Item #2628 Succinta, et brieve narratione del Stato della Regina di Scotia, et del Principe suo Fig.lo […]. Francesco Marcaldi.
Succinta, et brieve narratione del Stato della Regina di Scotia, et del Principe suo Fig.lo […].
Succinta, et brieve narratione del Stato della Regina di Scotia, et del Principe suo Fig.lo […].
A Very Early Biography of Mary Queen of Scots

Succinta, et brieve narratione del Stato della Regina di Scotia, et del Principe suo Fig.lo […].

Genova: 7th March 1583. Manuscript, in Francesco Marcaldi's hand on paper. Bound in contemporary limp vellum, evidence of ties. Gilt edges. Dedicated to “Antonio Cattanio”, his ownership stamp on the first text leaf. ff [1 (blank)] [33 (MS)] [3 (blank)]. Later ownership inscription on the first, blank leaf. Slight spotting throughout. Some pages are partly loose. Overall in very good condition. Italian manuscript on paper. Written in a fine italic hand in brown ink, 12 lines per standard page.

One of the earliest biographies of Mary Queen of Scots; a contemporary manuscript account of Mary and her son James’ lives up to 1580, composed and copied by the Italian scribe Francesco Marcaldi.

Francesco Marcaldi’s anti-Protestant text, written as propaganda in Mary's favor is one of her earliest biographies, contains a series of chapters describing Mary (Maria Regina di Scotia, figliuola di Jacobo Quinto Re del medesimo Regno […]) and the state of Scotland from 1548, 1558 to 1580 (Il Presente stato di Scotia). Marcaldi’s text is partly based on Du statu Reginae Scotiae Principia […], an unpublished work by the Scottish catholic bishop John Lesley (1527–1596), and arranged into paragraphs in chronological order. Little is known about Marcaldi, who may have been a secretary and scribe, and moved between many cities, throughout Italy. Between 1571 and 1597 he transcribed nine short accounts of foreign and Italian states, among the present one on Scotland, and presented them to diplomats, clerics, soldiers, and other individuals throughout Italy. More than forty autograph copies of the work are known in libraries, dating from 1579 to 1587, each with different dedication, date, and location of writing. The present one — previously unrecorded — was written in Genoa and presented to “Antonio Cattanio” presumably Antoniotto Cattàneo (flor. 1547–1602), a member of the Genoese patrician family formed at the beginning of the fourteenth century. Antoniotto served as the senator of the city between 1595 and 1597 and is known as the builder of Palazzo Belimbau (Palazzo Antoniotto Cattaneo). The text appeared first in print in 1605 in La terza parte del tesoro politico […] (s.n., Turnoni), and the subsequent edition of 1612 (see: Scott, no. 199). In modern editions: Due narrazioni storiche del Regno di Scozia ai tempi della regina Maria Stuarda […] (Florence: M. Cellini, 1876); La prima storia di Maria Stuarda […] (Turin: Tipografia Subalpina, 1907). Provenance: Dedicatory letter on the first leaves by Marcaldi to “Antonio Cattanio”; his ownership stamp on the first text leaf. Later (18th-century?) ownership inscription on the first, blank leaf: “Francesco, e Giulio Cassitto”
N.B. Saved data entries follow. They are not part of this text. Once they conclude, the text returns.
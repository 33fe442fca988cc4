"""Rows and values that cannot be real are rejected with their own reason, never a
traceback: dates outside 1900-2200, strikes far from spot, NaN multipliers, IV
columns mixing units, missing market inputs (all named at once), an as-of date the
file does not hold. The rules are the loader's stated common-practice ones."""
from __future__ import annotations

import shutil
from pathlib import Path

import numpy as np
import pandas as pd
import pytest

from optbench.cli import main
from optbench.data.chain import load_chain
from optbench.data.history import load_history
from optbench.errors import InputError

DEMO = Path(__file__).resolve().parents[2] / "chains" / "ZPHX"


def _chain(tmp_path: Path, edit) -> Path:
    frame = pd.read_csv(DEMO / "chain.csv", dtype=str).drop(columns=["symbol"])
    edit(frame)
    path = tmp_path / "chain.csv"
    frame.to_csv(path, index=False)
    return path


@pytest.mark.parametrize("column,value", [("expiry", "9999-12-31"), ("expiry", "2262-06-01"),
                                          ("expiry", "2300-01-01"),
                                          ("quote_date", "1600-01-01")])
def test_out_of_range_dates_are_bad_date_rows(tmp_path, column, value):
    def edit(f):
        f.loc[10, column] = value
    chain = load_chain(_chain(tmp_path, edit), meta={"rate": 0.04, "div_yield": 0.015})
    row = chain.rejected[chain.rejected["line"] == 12]
    assert list(row["reason"]) == ["bad_date"]
    assert chain.quality.rows_in == chain.quality.rows_used + sum(
        chain.quality.rejected.values())


def test_out_of_range_dates_in_screen_stay_in_their_row(tmp_path):
    from optbench.screening.screen import screen
    root = tmp_path / "universe"
    shutil.copytree(DEMO, root / "ZPHX")
    frame = pd.read_csv(DEMO / "chain.csv", dtype=str)
    frame.loc[10, "expiry"] = "9999-12-31"
    frame.loc[11, "quote_date"] = "1600-01-01"
    frame.to_csv(root / "ZPHX" / "chain.csv", index=False)
    hist = pd.read_csv(DEMO / "history.csv", dtype=str)
    hist.loc[50, "close"] = "-3"
    hist.to_csv(root / "ZPHX" / "history.csv", index=False)
    result = screen(root, workers=1, n_paths=200, model="garch", dist="normal")
    assert not result.failures
    assert all(r["error"] is None for r in result.rows)
    # the dropped history row travels into every row of the screen, and its views
    assert all("negative_close" in r["warnings"] for r in result.rows)
    from optbench.report.screen import screen_csv, screen_table
    assert "negative_close" in screen_csv(result)
    assert "negative_close" in screen_table(result, width=200)


@pytest.mark.parametrize("day", ["9999-01-04", "1500-01-04"])
def test_out_of_range_history_dates_are_dropped_and_counted(tmp_path, day):
    frame = pd.read_csv(DEMO / "history.csv", dtype=str)
    frame.loc[9, "date"] = day
    path = tmp_path / "history.csv"
    frame.to_csv(path, index=False)
    h = load_history(path)
    assert h.dropped == {"bad_date": 1}
    assert any("bad_date; lines 11" in i for i in h.issues)


def test_strike_ratio_is_settable(tmp_path):
    def edit(f):
        f.loc[10, "strike"] = "15000"      # about 2.9 x spot 5,206
    path = _chain(tmp_path, edit)
    kept = load_chain(path)
    assert 12 in set(kept.quotes["line"]) or kept.rejected.set_index("line").loc[
        12, "reason"] != "implausible_strike"
    strict = load_chain(path, max_strike_ratio=2.0)
    assert strict.rejected.set_index("line").loc[12, "reason"] == "implausible_strike"
    with pytest.raises(InputError, match="--max-strike-ratio"):
        load_chain(path, max_strike_ratio=0.5)


@pytest.mark.parametrize("cell", ["nan", "NaN", "", "inf"])
def test_multiplier_cell_that_is_not_a_number_is_rejected(tmp_path, cell):
    def edit(f):
        f.loc[10, "multiplier"] = cell
    chain = load_chain(_chain(tmp_path, edit))
    row = chain.rejected.set_index("line").loc[12]
    assert row["reason"] == "bad_number" and "multiplier" in row["detail"]


def test_mixed_iv_units_are_read_cell_by_cell(tmp_path):
    path = tmp_path / "chain.csv"
    path.write_text("underlying,quote_date,underlying_price,expiry,strike,type,bid,ask,iv\n"
                    "ZPHX,2026-11-27,100,2027-05-28,100,C,7.00,7.40,21.5%\n"
                    "ZPHX,2026-11-27,100,2027-05-28,100,P,4.50,4.90,0.215\n"
                    "ZPHX,2026-11-27,100,2027-05-28,105,C,5.00,5.40,0.205\n")
    chain = load_chain(path)
    np.testing.assert_allclose(np.sort(chain.quotes["iv_file"].to_numpy()),
                               [0.205, 0.215, 0.215])
    assert any("mixes cells with %" in n for n in chain.notes)


def test_every_missing_market_input_is_named_at_once(tmp_path):
    path = tmp_path / "chain.csv"
    path.write_text("expiry,strike,type,bid,ask\n2027-05-28,100,C,7.00,7.40\n")
    with pytest.raises(InputError) as err:
        load_chain(path)
    msg = str(err.value)
    assert "no quote date" in msg and "--asof" in msg
    assert "no spot price" in msg and "--spot" in msg


def test_asof_not_in_the_file_says_so(tmp_path, capsys):
    assert main(["compare", str(DEMO), "--asof", "2026-11-26"]) == 2
    err = capsys.readouterr().err
    assert "2026-11-26 is not a quote date" in err and "2026-11-27" in err
    assert "no usable quotes" not in err


def test_negative_portfolio_reaches_its_own_check(capsys):
    for value in ("-5", "-1e7"):
        assert main(["hedge", str(DEMO), "--portfolio", value, "--model", "garch",
                     "--paths", "200"]) == 2
        err = capsys.readouterr().err
        assert "must be positive" in err and "expected one argument" not in err


@pytest.mark.parametrize("argv,needle", [
    (["compare", str(DEMO), "--seed", "-1"], "--seed"),
    (["compare", str(DEMO), "--spot", "1e308"], "spot"),
    (["hedge", str(DEMO), "--portfolio", "1e7", "--beta", "1e308"], "--beta"),
    (["screen", str(DEMO), "--scheduler", "notanaddress"], "--scheduler"),
])
def test_extreme_options_are_one_line_errors(argv, needle, capsys):
    try:
        code = main(argv)
    except SystemExit as stop:          # argparse's own usage errors
        code = stop.code
    assert code == 2
    err = capsys.readouterr().err.strip()
    assert len(err.splitlines()) == 1 and needle in err and "Traceback" not in err


def test_fit_json_with_nan_is_valid_json_with_null(monkeypatch, capsys):
    import json

    from optbench.commands import fit as fit_cmd
    real = fit_cmd.fit_report

    def with_nan(*args, **kwargs):
        doc = real(*args, **kwargs)
        doc["model"]["std_errors"]["omega"] = float("nan")   # as a degenerate fit gives
        doc["term_structure"][0]["high"] = float("inf")
        return doc
    monkeypatch.setattr(fit_cmd, "fit_report", with_nan)
    assert main(["fit", str(DEMO), "--model", "garch", "--format", "json"]) == 0
    out = capsys.readouterr().out
    doc = json.loads(out)
    assert "NaN" not in out and "Infinity" not in out
    # JSON has no NaN (RFC 8259 section 6): non-finite numbers are null (docs/schema.md)
    assert doc["model"]["std_errors"]["omega"] is None
    assert doc["term_structure"][0]["high"] is None
    assert "warnings" in doc and "dropped" in doc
Literature: Carta, V.: Alle origini del mito letterario di Maria Stuarda in Italia [Tesi di dottorato]. Università degli Studi di Cagliari. Esame finale anno accademico 2010–2011. https://iris.unica.it/retrieve/handle/11584/266357/344756/PHD_Veronica_Carta.pdf; Richardson, B: A Scribal Publisher of Political Information: Francesco Marcaldi, in Italian Studies, 2/2009 (64), pp. 296–313; Scott, J.: A bibliography of works relating to Mary, Queen of Scots. 1544–1700. [Edinburgh]: Printed for the Edinburgh Bibliographical Society; 1896.; Smith, J. (2016). The Sheffield portrait types, their Catholic purposes, and Mary Queen of Scots’s tomb. British Catholic History, 33(1), 71–90. doi:10.1017/bch.2016.6.